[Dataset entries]
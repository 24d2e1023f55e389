import { gaussLegendre } from '../numerics/quadrature.ts';
import { type FilamentPair, filamentPair } from './filament-pair.ts';
import { axialOffsets, type FoldedPiece, type OffsetPiece, radialOffsets, type SignedPiece } from './offset-density.ts';
import { cutIntoPanels, type Panel } from './offset-panels.ts';

/**
 * A coaxial winding section: the rectangle in the half-plane (r, z) that carries uniform current density. A cylindrical current
 * sheet (equal radii) and a filament (equal radii, no length) are its limits.
 */
export interface WindingSection {
  readonly innerRadius_m: number;
  readonly outerRadius_m: number;
  readonly length_m: number;
}

/** M/µ0 in m and (dM/dz)/µ0 of two windings of one turn each. */
export interface SectionAverage {
  readonly mutualPerMu0_m: number;
  readonly slopePerMu0: number;
}

/** Relative error aimed at on each panel; what the sum over the panels reaches was measured (see multilayer.ts, mutual.ts). */
const PANEL_TOLERANCE = 1e-12;
const MOST_POINTS = 40;
/** Points a natural-log digit that t⁵ log t takes, found by trial: 14 for 1e-11. */
const POINTS_PER_DIGIT = 0.55;

/**
 * Mutual inductance of two filaments, and where `withSlope` its derivative by their axial distance, averaged over two sections
 * whose centres are `axialDistance_m` apart. A section with itself gives the self-inductance of a thick coil. Exchanging the
 * sections gives the same numbers to the last digit. Sections may overlap; coincident filaments have no finite value.
 *
 * The average over four coordinates becomes one over three, with known linear densities p and w of the offsets (δ, z):
 *
 *     ∫ p(δ) dδ ∫ w(z) dz · mean of M(r̄, δ, z) over the mean radii r̄ that the radial offset δ leaves.
 *
 * All of it is positive, so nothing cancels, however far, thin or long the windings are; what is left is to place the points.
 * M is analytic but for δ = ±iz (log-singular at δ = z = 0) and z = ±2ir̄, so:
 * - panels of the (δ, z) plane shrink geometrically towards the origin; on each, Gauss-Legendre converges as ρ^(−2n), ρ the sum of
 *   the half-axes of the ellipse through the nearest singularity (L. N. Trefethen, Approximation Theory and Approximation
 *   Practice, 2013, ch. 19), and that gives n;
 * - a panel at the origin is cut into two triangles, each integrated outwards from the origin (M. G. Duffy, SIAM J. Numer. Anal.
 *   19 (1982) 1260-1262), the distance being t³, which leaves t⁵ log t of the singularity;
 * - a mean radius that comes near the axis, where M goes as r̄ log r̄, is taken as t³ likewise;
 * - a panel gets the digits that its share in the whole calls for, so the many small ones by the origin cost little.
 */
export function averageOverSections(
  first: WindingSection,
  second: WindingSection,
  axialDistance_m: number,
  withSlope: boolean,
): SectionAverage {
  // Lengths relative to the radii, so that squares neither overflow nor underflow; a power of two, so that nothing is rounded.
  const size = 2 ** Math.floor(Math.log2(Math.max(first.outerRadius_m, second.outerRadius_m)));
  const [a, b] = inOrder(scaled(first, size), scaled(second, size));
  const axial = axialOffsets(a.length_m, b.length_m, Math.abs(axialDistance_m) / size);
  const panels: Panel[] = [];
  for (const radial of radialOffsets(a.innerRadius_m, a.outerRadius_m, b.innerRadius_m, b.outerRadius_m)) {
    for (const piece of axial) cutIntoPanels(radial, piece, panels);
  }
  const shares = panels.map((panel) => roughly(panel, a, b));
  const whole = shares.reduce((sum, { mutual, slope }) => ({ mutual: sum.mutual + mutual, slope: sum.slope + slope }));
  const sum = new PanelSum(a, b);
  panels.forEach((panel, i) => {
    const mutualShare = shares[i]!.mutual / whole.mutual;
    const slopeShare = withSlope && whole.slope !== 0 ? shares[i]!.slope / whole.slope : 0;
    const digits = Math.log(Math.max(1, Math.max(mutualShare, slopeShare) / PANEL_TOLERANCE));
    if (panel.corner) sum.addCorner(panel, digits);
    else sum.addPanel(panel, digits);
  });
  return { mutualPerMu0_m: sum.mutual * size, slopePerMu0: axialDistance_m < 0 ? -sum.slope : sum.slope };
}

function scaled(section: WindingSection, size: number): WindingSection {
  return {
    innerRadius_m: section.innerRadius_m / size,
    outerRadius_m: section.outerRadius_m / size,
    length_m: section.length_m / size,
  };
}

function inOrder(first: WindingSection, second: WindingSection): [WindingSection, WindingSection] {
  const difference =
    first.innerRadius_m - second.innerRadius_m ||
    first.outerRadius_m - second.outerRadius_m ||
    first.length_m - second.length_m;
  return difference > 0 ? [second, first] : [first, second];
}

/** The panel's contribution by one point in its middle: enough to know its share. */
function roughly({ radial, axial }: Panel, a: WindingSection, b: WindingSection): FilamentPair {
  const offset = radial.start + radial.width / 2;
  const share: FilamentPair = { mutual: 0, slope: 0 };
  const [low, high] = meanRadii(a, b, radial.sign * offset);
  filamentPair((low + high) / 2, offset, axial.start + axial.width / 2, share);
  const radialMass = mass(radial.width, radial.density);
  share.mutual *= radialMass * mass(axial.width, axial.density);
  share.slope *= radialMass * mass(axial.width, axial.oddDensity);
  return share;
}

function mass(width: number, density: readonly [number, number]): number {
  return width === 0 ? 1 : (width * (density[0] + density[1])) / 2;
}

/** The interval of (r₁ + r₂)/2 for r₁ in one section, r₂ in the other and r₂ − r₁ = offset. */
function meanRadii(a: WindingSection, b: WindingSection, offset: number): [number, number] {
  const low = Math.max(a.innerRadius_m + offset / 2, b.innerRadius_m - offset / 2);
  const high = Math.min(a.outerRadius_m + offset / 2, b.outerRadius_m - offset / 2);
  return low < high ? [low, high] : [(low + high) / 2, (low + high) / 2];
}

/**
 * Gauss-Legendre points for `digits` natural-log digits on [start, start + width], the integrand's nearest singularities being
 * at ±i·`height`.
 */
function points(start: number, width: number, height: number, digits: number, extra: number): number {
  if (width === 0) return 1;
  const end = start + width;
  const semiAxis = (Math.sqrt(start * start + height * height) + Math.sqrt(end * end + height * height)) / width;
  const rho = semiAxis + Math.sqrt(Math.max(0, semiAxis * semiAxis - 1));
  return Math.min(MOST_POINTS, Math.ceil(digits / (2 * Math.log(rho)) + extra));
}

/** The running sums of M and dM/dz over the panels, with the rule in the mean radius that is in use. */
class PanelSum {
  mutual = 0;
  slope = 0;
  readonly #a: WindingSection;
  readonly #b: WindingSection;
  /** Build over outer radius of the fatter section: how far the low powers of the radii in M vary over it. */
  readonly #fatness: number;
  readonly #pair: FilamentPair = { mutual: 0, slope: 0 };
  readonly #radii = new Float64Array(MOST_POINTS);
  readonly #weights = new Float64Array(MOST_POINTS);
  #radiusCount = 0;

  constructor(a: WindingSection, b: WindingSection) {
    this.#a = a;
    this.#b = b;
    this.#fatness = Math.max(1 - a.innerRadius_m / a.outerRadius_m, 1 - b.innerRadius_m / b.outerRadius_m);
  }

  /** A panel clear of the origin: a product rule. */
  addPanel({ radial, axial }: Panel, digits: number): void {
    const radialPoints = Math.max(
      points(radial.start, radial.width, axial.start, digits, 1 + 2 * this.#fatness),
      radial.width === 0 ? 1 : this.#pointsForPowers(digits, 4),
    );
    const radialRule = gaussLegendre(radialPoints);
    const axialRule = gaussLegendre(points(axial.start, axial.width, radial.start, digits, 2));
    for (let i = 0; i < radialPoints; i++) {
      const s = (1 + radialRule.nodes[i]!) / 2;
      this.#placeMeanRadii(radial, s, axial.start, digits);
      for (let j = 0; j < axialRule.nodes.length; j++) {
        const t = (1 + axialRule.nodes[j]!) / 2;
        this.#addPoint(radial, s, axial, t, (radialRule.weights[i]! * axialRule.weights[j]!) / 4);
      }
    }
  }

  /** A panel with a corner at the origin: outwards in u = t³ (u = t⁶ along a line), across in the two triangles. */
  addCorner({ radial, axial }: Panel, digits: number): void {
    const outward = gaussLegendre(Math.max(2, Math.ceil(digits * POINTS_PER_DIGIT)));
    const onLine = radial.width === 0 || axial.width === 0;
    const across = onLine
      ? ([[1, true]] as const)
      : ([
          [points(0, 1, radial.width / axial.width, digits, 1), true],
          [points(0, 1, axial.width / radial.width, digits, 1), false],
        ] as const);
    for (let i = 0; i < outward.nodes.length; i++) {
      const t = (1 + outward.nodes[i]!) / 2;
      const u = onLine ? t ** 6 : t ** 3;
      const step = (outward.weights[i]! / 2) * (onLine ? 6 * t ** 5 : 3 * t * t * u);
      for (const [count, byRadius] of across) {
        const rule = gaussLegendre(count);
        for (let j = 0; j < count; j++) {
          const v = (u * (1 + rule.nodes[j]!)) / 2;
          const s = onLine || byRadius ? u : v;
          if (j === 0 || !byRadius) this.#placeMeanRadii(radial, s, 0, digits);
          this.#addPoint(radial, s, axial, onLine || !byRadius ? u : v, (step * rule.weights[j]!) / 2);
        }
      }
    }
  }

  /** Adds the kernel at fractions `s` and `t` of the panel's sides, averaged over the placed mean radii. */
  #addPoint(radial: OffsetPiece, s: number, axial: FoldedPiece, t: number, weight: number): void {
    const offset = radial.start + radial.width * s;
    const height = axial.start + axial.width * t;
    let mutual = 0;
    let slope = 0;
    for (let k = 0; k < this.#radiusCount; k++) {
      filamentPair(this.#radii[k]!, offset, height, this.#pair);
      mutual += this.#weights[k]! * this.#pair.mutual;
      slope += this.#weights[k]! * this.#pair.slope;
    }
    const radialWeight = weight * massDensity(radial.width, radial.density, s);
    this.mutual += radialWeight * massDensity(axial.width, axial.density, t) * mutual;
    this.slope += radialWeight * massDensity(axial.width, axial.oddDensity, t) * slope;
  }

  /** Rule for the mean over the mean radii at fraction `s` of the radial side, on a panel that begins at axial offset `height`. */
  #placeMeanRadii(radial: SignedPiece, s: number, height: number, digits: number): void {
    const [low, high] = meanRadii(this.#a, this.#b, radial.sign * (radial.start + radial.width * s));
    const extent = high - low;
    if (extent === 0) {
      this.#radiusCount = 1;
      this.#radii[0] = low;
      this.#weights[0] = 1;
      return;
    }
    const direct = Math.max(
      points(low, extent, height / 2, digits, 1 + 2 * this.#fatness),
      this.#pointsForPowers(digits, 3),
    );
    const lowRoot = Math.cbrt(low);
    const rootExtent = Math.cbrt(high) - lowRoot;
    const byRoot = Math.min(
      points(lowRoot, rootExtent, Math.cbrt(height / 2), digits, 3),
      Math.max(2, Math.ceil(digits * POINTS_PER_DIGIT)),
    );
    // A root far from zero would lose its extent to rounding.
    const useRoot = byRoot < direct && low < high / 4;
    const rule = gaussLegendre(useRoot ? byRoot : direct);
    this.#radiusCount = rule.nodes.length;
    for (let k = 0; k < this.#radiusCount; k++) {
      const t = (1 + rule.nodes[k]!) / 2;
      const root = lowRoot + rootExtent * t;
      this.#radii[k] = useRoot ? root * root * root : low + extent * t;
      this.#weights[k] = (rule.weights[k]! / 2) * (useRoot ? (3 * root * root * rootExtent) / extent : 1);
    }
  }

  /** Points for the powers of the radii alone, at most `most`: with those the rule is exact for r₁²r₂² and its weights. */
  #pointsForPowers(digits: number, most: number): number {
    const semiAxis = 2 / this.#fatness - 1;
    const rho = semiAxis + Math.sqrt(Math.max(0, semiAxis * semiAxis - 1));
    return Math.min(most, Math.ceil(digits / (2 * Math.log(rho)) + 1));
  }
}

/** Density times width at a fraction of the piece: what a rule on (0, 1) weighs. */
function massDensity(width: number, density: readonly [number, number], fraction: number): number {
  return width === 0 ? 1 : width * (density[0] + (density[1] - density[0]) * fraction);
}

--- ASSIGNMENT ---
Copy nothing beyond the line containing "type FoldedPiece, type". Transcribe exactly from the first line of the entries down to that line, inclusive.

--- ANSWER TO THE EXERCISE ---
repository 24d2e1023f55e389
import { gaussLegendre } from '../numerics/quadrature.ts';
import { type FilamentPair, filamentPair } from './filament-pair.ts';
import { axialOffsets, type FoldedPiece, type OffsetPiece, radialOffsets, type SignedPiece } from './offset-density.ts';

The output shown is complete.